I`ve seent he Dodge version Scat City set but never that one.Anyone know any details and what they are going for?


----------



## torredcuda (Feb 1, 2004)




----------



## Joe65SkylarkGS (Feb 15, 2010)

Never seen it before. 

Anyone have 1 of these??

Looks cool.,


----------



## slotcardan (Jun 9, 2012)

They pop up about 4 times a month on the evil bay.

I built my own


----------



## Boosted-Z71 (Nov 26, 2007)

I had one as a kid, you had to shift the gears as the car was in a certain section of the track or it received no power, Really cool set, wish I still had mine.

Boosted


----------



## videojimmy (Jan 12, 2006)

My buddy has when I was a kid... Awesome fun.
Wish they made an HO scale version


----------



## torredcuda (Feb 1, 2004)

http://www.ebay.com/itm/Republic-To...150456543940?pt=Slot_Cars&hash=item2307e8aac4

Way overpriced as the Scat City sets only get sround $300.


----------



## shocker36 (Jul 5, 2008)

This guy is by my house complete rip off imo



torredcuda said:


> http://www.ebay.com/itm/Republic-To...150456543940?pt=Slot_Cars&hash=item2307e8aac4
> 
> Way overpriced as the Scat City sets only get sround $300.


----------



## jeffaary (Dec 11, 2004)

I know a lot about the Republic Tool drag racing sets.

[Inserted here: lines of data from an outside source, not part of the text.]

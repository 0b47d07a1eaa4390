"""Regional screening against model landscapes whose divide motion is measured per stretch.

The cases come from :mod:`divides.model.regional_benchmark`: a ridge between the west and
east edges grown with the project's forward model, long along the divide, several outlet
basins per side; the truth is measured by continuing the run (docs/validation.md,
*Regional screening*). The fast tests grow one steady case small (120 x 96 cells) from its
seed; the slow ones run the held-out cases of the validation (master seeds 1-16).
"""

from __future__ import annotations

import functools

import numpy as np
import pytest

from divides.assess.screen import INSTABILITY_SCALING, MIN_JUDGED_CELLS, screen
from divides.model.benchmark import MOVING_CELLS_PER_TAU, split_of
from divides.model.regional_benchmark import (
    LATERAL_MIN_LENGTH_CELLS,
    TARGETS,
    build,
    case_seed,
    lateral_truth,
    load_or_build,
    score,
)
from divides.terrain.divide_lines import divide_network

#: Channel threshold of the validation (cells), as in tests/benchmarks/bench_regional.py.
CHANNEL_CELLS = 50


def _screen(case):
    return screen(case.dem(), theta=case.parameters["theta"], closed_edges=case.closed_edges, workers=1, seed=0,
                  channel_area_m2=CHANNEL_CELLS * case.cell_size ** 2)


@pytest.fixture(scope="module")
def steady():
    case = build(0, 12, shape=(120, 96))  # steady_symmetric, training case 12 of master seed 0, grown small
    result = _screen(case)
    lateral = lateral_truth(case, cache_dir="")  # the truth run replayed from the observed DEM
    return case, result, score(case, result, lateral=lateral), lateral


def test_the_small_case_is_measured_steady(steady):
    # Uniform forcing at steady state: the divide does not move (Willett et al. 2014); checked by
    # continuing the run, the single-divide benchmark's rule on the whole divide (< 1 cell per τ).
    # The spin-up is settled at the truth run's time step, so every stretch is still as well, not only
    # their mean (the model's steady state depends on its step: docs/validation.md, Regional screening).
    case, _, _, _ = steady
    rates = [s["rate_m_per_yr"] for s in case.stretches]
    assert len(rates) == 10 and all(r is not None for r in rates)
    assert abs(np.mean(rates)) < MOVING_CELLS_PER_TAU * case.threshold_m_per_yr
    assert case.parameters["settled"]
    assert max(abs(r) for r in rates) < MOVING_CELLS_PER_TAU * case.threshold_m_per_yr


def test_coverage_and_every_stretch_accounted_for(steady):
    # Issue 14 item 1: >= 90 % of the divides between outlet basins in judged segments, and every
    # traced stretch of divide is a segment or a gap (lengths add up to the traced network's,
    # traced here once more, the land of basins below the minimum area as one more region).
    _, result, scored, _ = steady
    assert scored["coverage"] >= TARGETS["coverage"]
    labels = np.where((result.labels == 0) & result.dem.valid, result.labels.max() + 1, result.labels)
    traced = sum(seg.line.length_m for seg in divide_network(result.dem, labels, min_vertices=2))
    listed = sum(s["length_m"] for s in result.segments) + sum(g["length_m"] for g in result.gaps)
    assert listed == pytest.approx(traced, rel=1e-9)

The first release was called Shutdown, and could be purchased in 1969 through Plymouth dealerships. The set included a 1969 Roadrunner and GTX with decals to make them look like Ronnie Sox's pro-stocks. The Xmas tree was semi-functional; if either driver red-lit the game would shut off until every one was back in neutral. You could cheat by repeatedly putting the shifter in and out of gear until the car took off.

Scat City was the second release, available in 1970 through Dodge dealers. It included two 1970 Dodge Challengers with decals to make Dick Landy and Charlie Allen versions, which didn't really make sense as Landy was in pro-stock and Charlie Allen had a funnycar, but whatever. 

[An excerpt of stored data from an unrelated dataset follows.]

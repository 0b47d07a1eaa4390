"""Figures of an assessment (matplotlib, Agg canvas, no display needed).

Every figure is drawn on its own :class:`matplotlib.figure.Figure` with an
Agg canvas, so nothing touches pyplot's global state and no display is
needed. Rasters are decimated to at most :data:`MAX_DISPLAY_PX` per side
before drawing, which keeps all figures of a 2000² DEM within seconds.

Colours: Okabe & Ito's colour-blind-safe set for the two sides (blue for a,
orange for b, which also differ in lightness), and cividis (Nuñez et al.
2018: lightness rising monotonically, so readable in greyscale and by
colour-blind readers) for χ and for the local evidence of motion (dark blue:
into a, yellow: into b). Every map carries a scale bar, a north arrow (true
north, from the CRS) and the CRS name with its EPSG code; figures are
written as 200 dpi PNG and as SVG.
"""

from __future__ import annotations

import io
from collections.abc import Callable
from dataclasses import dataclass
from typing import TYPE_CHECKING

import numpy as np
from matplotlib import colormaps, patheffects
from matplotlib.backends.backend_agg import FigureCanvasAgg
from matplotlib.collections import LineCollection
from matplotlib.colors import LightSource, ListedColormap, to_rgb
from matplotlib.figure import Figure
from matplotlib.lines import Line2D
from matplotlib.patches import Patch

from divides.assess.points import METRICS
from divides.report.layers import motion_index
from divides.report.text import side_label

if TYPE_CHECKING:  # pragma: no cover - imports for type hints only
    from divides.assess.assessment import Assessment
    from divides.io.dem import Dem

__all__ = [
    "FIGURES",
    "CAPTIONS",
    "SIDE_COLOURS",
    "FILLED_HATCH",
    "filled_voids",
    "MAX_DISPLAY_PX",
    "render_figures",
    "to_png",
    "to_svg",
    "map_furniture",
    "crs_label",
    "true_north",
    "MOTION_CMAP",
    "map_figure",
    "chi_map_figure",
    "chi_elevation_figure",
    "contrast_figure",
    "contrast_orientation",
    "profile_figure",
    "slope_area_figure",
]

#: Okabe & Ito (2008) blue for side a and orange for side b.
SIDE_COLOURS = {"a": "#0072B2", "b": "#E69F00"}

#: Largest raster side drawn, in cells (larger rasters are decimated for display).
MAX_DISPLAY_PX = 800

#: Most knickpoints drawn on one map or χ plot (all are in the tables and layers).
MAX_KNICKPOINTS = 100

#: Resolution of the PNGs (dots per inch): print quality for a report.
DPI = 200

#: Figure file stem -> name of the function in this module that draws it.
FIGURES = {
    "map": "map_figure",
    "chi_map": "chi_map_figure",
    "chi_elevation": "chi_elevation_figure",
    "contrasts": "contrast_figure",
    "long_profiles": "profile_figure",
    "slope_area": "slope_area_figure",
}

#: One-sentence captions for the report.
CAPTIONS = {
    "map": "The two sides on a shaded relief, the divide coloured by the local evidence of motion "
           "(cividis: dark blue into side a, yellow into side b; grey where no measure is available), arrows in the direction of the verdict, significant "
           "knickpoints and the first-order equilibrium divide.",
    "chi_map": "χ of the analysed channels, integrated from the common base level of both sides. "
               "The divide tends to move toward the side whose channel heads have the higher χ.",
    "chi_elevation": "Elevation against χ (from the common base level) for every analysed channel, by side. "
                     "With uniform uplift and erodibility, straight profiles suggest steady state and breaks mark "
                     "knickpoints; the side whose heads reach higher χ at a similar elevation loses ground in the "
                     "long run. Knickpoints below the common base level have no χ from it: the legend counts "
                     "them, and they are drawn on the map and the long profiles.",
    "contrasts": "Across-divide differences with 95 % block-bootstrap intervals, every panel the same way "
                 "round: left (blue) the divide moves into side a, right (orange) into side b. Each panel's axis "
                 "says which difference it shows (a − b or b − a). A filled marker counts as evidence.",
    "long_profiles": "Long profiles of the longest channels of each side and of every channel with a "
                     "significant knickpoint, from the channel head down to the network's own outlet (below the "
                     "common base level too), side a to the left and side b to the right of their channel heads.",
    "slope_area": "Channel gradient against drainage area for both sides, with binned medians and the "
                  "power law fitted to all analysed channels.",
}

_HALO = [patheffects.withStroke(linewidth=3.0, foreground="white")]

#: Colour map of the local evidence of motion: cividis, dark blue "into a" to yellow "into b".
#: Its lightness rises monotonically, so the sense survives greyscale printing and colour blindness.
MOTION_CMAP = "cividis"


# ------------------------------------------------------------------ helpers
def to_png(fig: Figure) -> bytes:
    """Render a figure to PNG bytes with the Agg canvas."""
    if not isinstance(fig.canvas, FigureCanvasAgg):
        FigureCanvasAgg(fig)
    buf = io.BytesIO()
    # a tight box keeps titles and legends whole whatever the map's shape
    fig.savefig(buf, format="png", dpi=fig.dpi, bbox_inches="tight", pad_inches=0.08)
    return buf.getvalue()


def to_svg(fig: Figure) -> bytes:
    """Render a figure to SVG bytes (vector lines and text, rasters embedded), for reports."""
    buf = io.BytesIO()
    fig.savefig(buf, format="svg", bbox_inches="tight", pad_inches=0.08, metadata={"Date": None})
    return buf.getvalue()


def render_figures(
    result: Assessment,
    *,
    progress: Callable[[str], None] | None = None,
    vectors: dict[str, bytes] | None = None,
) -> dict[str, bytes]:
    """Draw every figure of :data:`FIGURES` and return name -> PNG bytes.

    ``progress(stage)`` is called before each figure with ``"figure: NAME"``.
    With ``vectors`` (a dict), each figure's SVG is stored there under its
    name too. Functions are looked up by name at call time, so each can be
    replaced (tests do so to inject failures).
    """
    out = {}
    for name, function in FIGURES.items():
        if progress is not None:
            progress(f"figure: {name}")
        fig = globals()[function](result)
        out[name] = to_png(fig)
        if vectors is not None:
            vectors[name] = to_svg(fig)
    return out


def _figure(width: float, height: float) -> Figure:
    fig = Figure(figsize=(width, height), dpi=DPI, layout="constrained")
    FigureCanvasAgg(fig)
    return fig


@dataclass(frozen=True)
class _Frame:
    """How DEM coordinates are shown on map axes."""

    scale: float  # CRS units -> axis units
    xlabel: str
    ylabel: str
    aspect: float
    geographic: bool


def _frame(dem: Dem) -> _Frame:
    if dem.crs is not None and dem.geographic:
        mid = 0.5 * (dem.bounds[1] + dem.bounds[3])
        return _Frame(1.0, "Longitude (°)", "Latitude (°)", 1.0 / max(np.cos(np.radians(mid)), 1e-6), True)
    factor = 1.0
    if dem.crs is not None:
        factor = float(dem.crs.linear_units_factor[1] or 1.0)
    if dem.crs is None:
        return _Frame(factor / 1000.0, "x (km)", "y (km)", 1.0, False)
    return _Frame(factor / 1000.0, "Easting (km)", "Northing (km)", 1.0, False)


def _extent(dem: Dem, frame: _Frame) -> list[float]:
    left, bottom, right, top = dem.bounds
    return [left * frame.scale, right * frame.scale, bottom * frame.scale, top * frame.scale]


def _stride(shape: tuple[int, int]) -> int:
    return max(1, int(np.ceil(max(shape) / MAX_DISPLAY_PX)))


def _decimate(array: np.ndarray, step: int) -> np.ndarray:
    return array[::step, ::step]


def _display_extent(dem: Dem, frame: _Frame, step: int) -> list[float]:
    """Extent of a decimated raster: the cells kept cover ``step`` source cells each."""
    rows, cols = dem.shape
    t = dem.transform
    right = t.c + t.a * (int(np.ceil(cols / step)) * step)
    bottom = t.f + t.e * (int(np.ceil(rows / step)) * step)
    return [t.c * frame.scale, right * frame.scale, bottom * frame.scale, t.f * frame.scale]


def _hillshade(ax, dem: Dem, frame: _Frame) -> None:
    """Grey shaded relief (light from the north-west, 45° high; common practice)."""
    step = _stride(dem.shape)
    z = _decimate(dem.elevation, step).astype(np.float64)
    valid = np.isfinite(z)
    if not valid.any():
        return
    z = np.where(valid, z, np.nanmean(z))
    dx = float(np.median(dem.dx)) * step
    dy = float(np.median(dem.dy)) * step
    shade = LightSource(azdeg=315, altdeg=45).hillshade(z, vert_exag=1.0, dx=dx, dy=dy)
    shade = np.ma.masked_array(0.35 + 0.65 * shade, ~valid)
    ax.imshow(shade, cmap="gray", vmin=0, vmax=1, extent=_display_extent(dem, frame, step),
              interpolation="bilinear", origin="upper", zorder=0,
              aspect=frame.aspect)  # imshow would reset the aspect to 1


#: Hatch of the cells filled by interpolation on the maps (a pattern, not a colour: the maps' colours all mean
#: something else).
FILLED_HATCH = "xxxx"


def filled_voids(ax, dem: Dem, frame: _Frame, voids) -> list:
    """Hatch and outline the cells filled by interpolation (``voids``: a :class:`divides.terrain.voids.VoidFill`);
    the legend handle, or none when nothing was filled. A display cell is marked when any cell of its block was
    filled, so a small hole stays visible on a large DEM."""
    filled = voids.filled
    if filled is None or not filled.any():
        return []
    step = _stride(dem.shape)
    if step > 1:
        rows, cols = filled.shape
        pad = np.pad(filled, ((0, -rows % step), (0, -cols % step)))
        filled = pad.reshape(pad.shape[0] // step, step, pad.shape[1] // step, step).any(axis=(1, 3))
    left, right, bottom, top = _display_extent(dem, frame, step)
    n_rows, n_cols = filled.shape
    # cell centres of the grid padded by one empty cell all round, so every outline closes
    xs = left + (right - left) / n_cols * (np.arange(n_cols + 2) - 0.5)
    ys = top + (bottom - top) / n_rows * (np.arange(n_rows + 2) - 0.5)
    grid = np.pad(filled.astype(float), 1)
    ax.contourf(xs, ys, grid, levels=[0.5, 1.5], colors="none", hatches=[FILLED_HATCH], zorder=1.5)
    ax.contour(xs, ys, grid, levels=[0.5], colors="0.15", linewidths=0.8, zorder=1.6)
    return [Patch(facecolor="none", edgecolor="0.15", hatch=FILLED_HATCH, lw=0.8,
                  label="nodata filled by interpolation")]


def _side_tint(ax, result: Assessment, frame: _Frame, alpha: float = 0.22) -> None:
    dem = result.dem
    step = _stride(dem.shape)
    labels = np.zeros(dem.shape, dtype=np.uint8)
    labels[result.sides.a.mask] = 1
    labels[result.sides.b.mask] = 2
    small = _decimate(labels, step)
    cmap = ListedColormap([(0, 0, 0, 0), (*to_rgb(SIDE_COLOURS["a"]), alpha), (*to_rgb(SIDE_COLOURS["b"]), alpha)])
    ax.imshow(small, cmap=cmap, vmin=-0.5, vmax=2.5, extent=_display_extent(dem, frame, step),
              interpolation="nearest", origin="upper", zorder=1,
              aspect=frame.aspect)


def _channel_segments(result: Assessment, frame: _Frame) -> tuple[np.ndarray, np.ndarray]:
    """Segments (cell to downstream cell) of the analysed channels, in axis units, and their positions."""
    channels = result.channels
    kept = np.flatnonzero(result.profiles.side > 0)
    down = channels.down[kept]
    kept = kept[down >= 0]
    down = channels.down[kept]
    rows, cols = np.divmod(channels.cells, result.dem.shape[1])
    x, y = result.dem.xy(rows, cols)
    x, y = x * frame.scale, y * frame.scale
    seg = np.stack([np.column_stack([x[kept], y[kept]]), np.column_stack([x[down], y[down]])], axis=1)
    return seg, kept


def _channel_widths(area: np.ndarray) -> np.ndarray:
    """Line widths growing with log drainage area, 0.4 to 2.2 points."""
    la = np.log10(np.maximum(area, 1.0))
    lo, hi = float(la.min()), float(la.max())
    return 0.4 + 1.8 * (la - lo) / (hi - lo) if hi > lo else np.full(area.shape, 1.0)


def _divide_lines(ax, result: Assessment, frame: _Frame, **kwargs) -> None:
    for line in result.divide.lines:
        ax.plot(line.x * frame.scale, line.y * frame.scale, **kwargs)


def crs_label(dem: Dem) -> str:
    """The CRS in words with its EPSG code, e.g. ``"WGS 84 / UTM zone 30N (EPSG:32630)"``."""
    if dem.crs is None:
        return "no CRS: local grid in metres"
    try:
        import pyproj

        crs = pyproj.CRS.from_user_input(dem.crs.to_wkt())
        name, epsg = crs.name, crs.to_epsg()
    except Exception:  # noqa: BLE001 - a CRS pyproj cannot name still gets rasterio's words
        name, epsg = dem.crs.to_string(), dem.crs.to_epsg()
    return f"{name} (EPSG:{epsg})" if epsg else f"{name} (no EPSG code)"


def true_north(dem: Dem) -> tuple[float, bool]:
    """Angle of true north on the map at its centre (degrees clockwise from up) and whether it is true north.

    Found by stepping 0.01° north in latitude from the centre and projecting
    back; grid north (0°, False) on grids without a CRS.
    """
    if dem.crs is None:
        return 0.0, False
    if dem.geographic:
        return 0.0, True
    left, bottom, right, top = dem.bounds
    x0, y0 = 0.5 * (left + right), 0.5 * (bottom + top)
    try:
        lon, lat = dem.to_lonlat(np.array([x0]), np.array([y0]))
        step = -0.01 if float(lat[0]) > 89.0 else 0.01
        x1, y1 = dem.from_lonlat(np.asarray(lon, dtype=np.float64), np.asarray(lat, dtype=np.float64) + step)
        dx, dy = float(x1[0] - x0) * np.sign(step), float(y1[0] - y0) * np.sign(step)
    except Exception:  # noqa: BLE001 - no transformation to lon/lat: grid north it is
        return 0.0, False
    if not (np.isfinite(dx) and np.isfinite(dy)) or dx == dy == 0:
        return 0.0, False
    return float(np.degrees(np.arctan2(dx, dy))), True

The Four-on-The-Floor set was sold through Sears. It included two 1972 Challengers that had custom front grilles and hood scoops. The controllers in the original 2 sets were ingenious for the pre-computer chip era, but had a lot of fragile moving parts that failed in a bad way that would overheat and melt the housing. I have fixed many of those sets over the years. The Sears version got rid of the tree and replaced it with a steel ball and an internal maze. You put the ball in a hole a the top and it would come out the bottom and close a set of contacts. Again, easy to cheat by just putting the shifter in 1st gear. As soon as the ball appears your car takes off.

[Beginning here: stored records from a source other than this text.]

class _NoiseRuns:
    """The robustness re-runs on DEMs with drawn noise, on a thread beside the main pass.

    They read only θ and the channel threshold of the main pass, so with a numeric θ they start as
    soon as the main channels are known and run while the main pass analyses its profiles and makes
    the forward run and the other re-runs: their routing and most of their work are numba kernels
    that release the GIL, which puts them on the second core. The noise grids are drawn in the same
    sequence, one run after the other, so every run is the one the serial order made. Each run keeps
    only what its verdict reads (its contrasts), not its grids.
    """

    def __init__(self, dem: Dem, side_a: str, side_b: str, config: AssessConfig, *, lonlat: bool, weights_fn) -> None:
        self._args = (dem, side_a, side_b, config)
        self._lonlat = lonlat
        self._weights_fn = weights_fn
        self.count = config.n_noise_runs if config.robustness and config.dem_error_m > 0 else 0
        self._key: tuple[float, float] | None = None
        self._future: Future | None = None
        self._pool: ThreadPoolExecutor | None = None
        self._stop = threading.Event()

    def start(self, theta: float, threshold_m2: float) -> None:
        """Start the runs for θ and the channel threshold (no-op when started for them already)."""
        if self.count == 0 or self._key == (theta, threshold_m2):
            return
        self.close()
        self._stop = threading.Event()
        self._key = (theta, threshold_m2)
        self._pool = ThreadPoolExecutor(max_workers=1, thread_name_prefix="divides-noise-runs")
        # the thread sees the caller's context (a tiled-routing plan lives in a context variable)
        self._future = self._pool.submit(contextvars.copy_context().run, self._run_all, theta, threshold_m2)

    def results(self, theta: float, threshold_m2: float) -> list:
        """Per run, (contrasts, same_channel) or the SideError it ended with; waits for the thread."""
        if self.count == 0:
            return []
        self.start(theta, threshold_m2)
        return self._future.result()

    def close(self) -> None:
        """Stop after the current run and wait for the thread (the main pass failed, or it is done)."""
        self._stop.set()
        if self._pool is not None:
            self._pool.shutdown(wait=True)
        self._pool = self._future = self._key = None

    def _run_all(self, theta: float, threshold_m2: float) -> list:
        dem, side_a, side_b, config = self._args
        quick = _quick(config)
        dem_error = config.dem_error(float(np.max(dem.cell_size_m)))
        rng = np.random.default_rng(config.seed + 1)
        out = []
        for _ in range(self.count):
            if self._stop.is_set():
                break
            run_dem = _perturbed(dem, dem_error, rng)
            try:
                run = _core(run_dem, side_a, side_b, quick, lonlat=self._lonlat, theta=theta,
                            channel_area_m2=threshold_m2, weights_fn=self._weights_fn, n_boot_theta=0,
                            chi_only=True)  # the verdict reads the contrasts only: no segments or knickpoints
                out.append((run.contrasts, run.same_channel))
            except SideError as exc:  # e.g. the noise leaves a side without channels
                out.append(exc)
            run = run_dem = None
        return out
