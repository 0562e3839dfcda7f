package fitrun

import (
	"bufio"
	"bytes"
	"encoding/binary"
	"errors"
	"fmt"
	"io"
	"math"
	"os"

	"tautline/chains"
	"tautline/sampler"
)

// The history of a fit is written as it is recorded and never again: the
// cold rung is chain.csv (whose shortest round-trip formatting reads back
// bit for bit), and the tempered rungs' ln likelihoods, which chain.csv
// does not hold, go to an append-only binary file (rundir.RungsFile): the
// magic rungsMagic, the number of tempered rungs and of walkers (uint32
// each, little-endian), then per step the ln likelihoods of rungs 1, 2,
// ... (walkers float64 each). A checkpoint therefore holds only the
// sampler's state, and the bytes written over a run grow linearly with it.
const rungsMagic = "tautline-rlnl 1\n"

const rungsHeader = len(rungsMagic) + 8

// rungsFile appends the tempered rungs' ln likelihoods of every step.
type rungsFile struct {
	path string
	f    *os.File
	bw   *bufio.Writer
	buf  []byte
}

func rungsHead(hot, walkers int) []byte {
	b := []byte(rungsMagic)
	b = binary.LittleEndian.AppendUint32(b, uint32(hot))
	return binary.LittleEndian.AppendUint32(b, uint32(walkers))
}

// createRungs creates (or truncates) the file at path for hot tempered
// rungs of walkers walkers.
func createRungs(path string, hot, walkers int) (*rungsFile, error) {
	f, err := os.OpenFile(path, os.O_WRONLY|os.O_CREATE|os.O_TRUNC, 0o644)
	if err != nil {
		return nil, err
	}
	w := &rungsFile{path: path, f: f, bw: bufio.NewWriterSize(f, 1<<16)}
	if _, err := w.bw.Write(rungsHead(hot, walkers)); err != nil {
		f.Close()
		return nil, fmt.Errorf("%s: %w", path, err)
	}
	return w, nil
}

// resumeRungs reopens the file at path, checks its header and cuts it back
// to its first steps steps.
func resumeRungs(path string, hot, walkers, steps int) (*rungsFile, error) {
	f, err := os.OpenFile(path, os.O_RDWR, 0)
	if err != nil {
		return nil, err
	}
	size := int64(rungsHeader) + int64(steps)*int64(8*hot*walkers)
	if err := checkRungsHead(f, path, hot, walkers, size); err != nil {
		f.Close()
		return nil, err
	}
	if err := f.Truncate(size); err != nil {
		f.Close()
		return nil, err
	}
	if _, err := f.Seek(size, io.SeekStart); err != nil {
		f.Close()
		return nil, err
	}
	return &rungsFile{path: path, f: f, bw: bufio.NewWriterSize(f, 1<<16)}, nil
}

// checkRungsHead checks that f starts with the header for hot rungs of
// walkers walkers and holds at least size bytes.
func checkRungsHead(f *os.File, path string, hot, walkers int, size int64) error {
	got := make([]byte, rungsHeader)
	if _, err := io.ReadFull(f, got); err != nil || !bytes.Equal(got, rungsHead(hot, walkers)) {
		return fmt.Errorf("%s: not the tempered rungs' ln likelihoods of this run (header differs)", path)
	}
	st, err := f.Stat()
	if err != nil {
		return err
	}
	if st.Size() < size {
		return fmt.Errorf("%s: %d bytes, the checkpoint needs %d", path, st.Size(), size)
	}
	return nil
}

// append writes the tempered rungs' ln likelihoods of e's last step.
func (w *rungsFile) append(e *sampler.Ensemble) error {
	w.buf = w.buf[:0]
	for r := 1; r < e.Rungs(); r++ {
		for _, v := range e.LnLike(r) {
			w.buf = binary.LittleEndian.AppendUint64(w.buf, math.Float64bits(v))
		}
	}
	if _, err := w.bw.Write(w.buf); err != nil {
		return fmt.Errorf("%s: %w", w.path, err)
	}
	return nil
}

// flush writes the buffered steps and syncs the file.
func (w *rungsFile) flush() error {
	if err := w.bw.Flush(); err != nil {
		return fmt.Errorf("%s: %w", w.path, err)
	}
	if err := w.f.Sync(); err != nil {
		return fmt.Errorf("%s: %w", w.path, err)
	}
	return nil
}

// Close flushes and closes the file; a nil file is a no-op.
func (w *rungsFile) Close() error {
	if w == nil || w.f == nil {
		return nil
	}
	err := w.flush()
	if cerr := w.f.Close(); err == nil {
		err = cerr
	}
	w.f = nil
	return err
}

// historyLoader reads the history a checkpoint records back from the
// first chainLen bytes of chain.csv and, with tempering, from the rungs
// file; it sets *recorded to the number of steps read.
func historyLoader(chainPath, rungsPath string, chainLen int64, columns []string, recorded *int) sampler.HistoryLoader {
	return func(h *sampler.History, steps int) error {
		walkers, dim, rungs := h.Walkers(), h.Dim(), h.Rungs()
		hot := rungs - 1
		var rr *bufio.Reader
		if hot > 0 {
			f, err := os.Open(rungsPath)
			if err != nil {
				return err
			}
			defer f.Close()
			if err := checkRungsHead(f, rungsPath, hot, walkers, int64(rungsHeader)+int64(steps)*int64(8*hot*walkers)); err != nil {
				return err
			}
			rr = bufio.NewReaderSize(f, 1<<16)
		}
		pos := make([]float64, walkers*dim)
		ll := make([]float64, rungs*walkers)
		raw := make([]byte, 8*hot*walkers)
		k, step := 0, h.Start()+1
		errStop := errors.New("stop")
		err := chains.ScanCSV(chainPath, chainLen, columns, func(row []float64) error {
			if row[0] <= float64(h.Start()) {
				return nil // rows before the history began
			}
			if h.Len() == steps {
				return errStop
			}
			if row[0] != float64(step) || row[1] != float64(k) {
				return fmt.Errorf("row of step %g, walker %g; the history needs step %d, walker %d", row[0], row[1], step, k)
			}
			ll[k] = row[3]
			copy(pos[k*dim:(k+1)*dim], row[4:])
			if k++; k < walkers {
				return nil
			}
			if rr != nil {
				if _, err := io.ReadFull(rr, raw); err != nil {
					return fmt.Errorf("%s: step %d: %w", rungsPath, step, err)
				}
				for i := range raw[:len(raw)/8] {
					ll[walkers+i] = math.Float64frombits(binary.LittleEndian.Uint64(raw[8*i:]))
				}
			}
			k, step = 0, step+1
			return h.Append(pos, ll)
		})
		if err != nil && !errors.Is(err, errStop) {
			return err
		}
		if h.Len() != steps || k != 0 {
			return fmt.Errorf("%s holds %d complete steps of the %d the checkpoint records", chainPath, h.Len(), steps)
		}
		*recorded = steps
		return nil
	}
}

I've seen two different boxes for the Sears set; the one with full color artwork and one in a plain brown box with one color art/text.


----------



## jeffaary (Dec 11, 2004)

Here's what can be done with some of these sets if you have some modelling and electronics skills:

http://www.cuda-challenger.com/cc/index.php?topic=29098.msg290833#msg290833


----------



## bobwoodly (Aug 25, 2008)

I had a non working but complete Republic Shutdown Plymouth Drag Race set that I sold on eBay a few months back for around $200


----------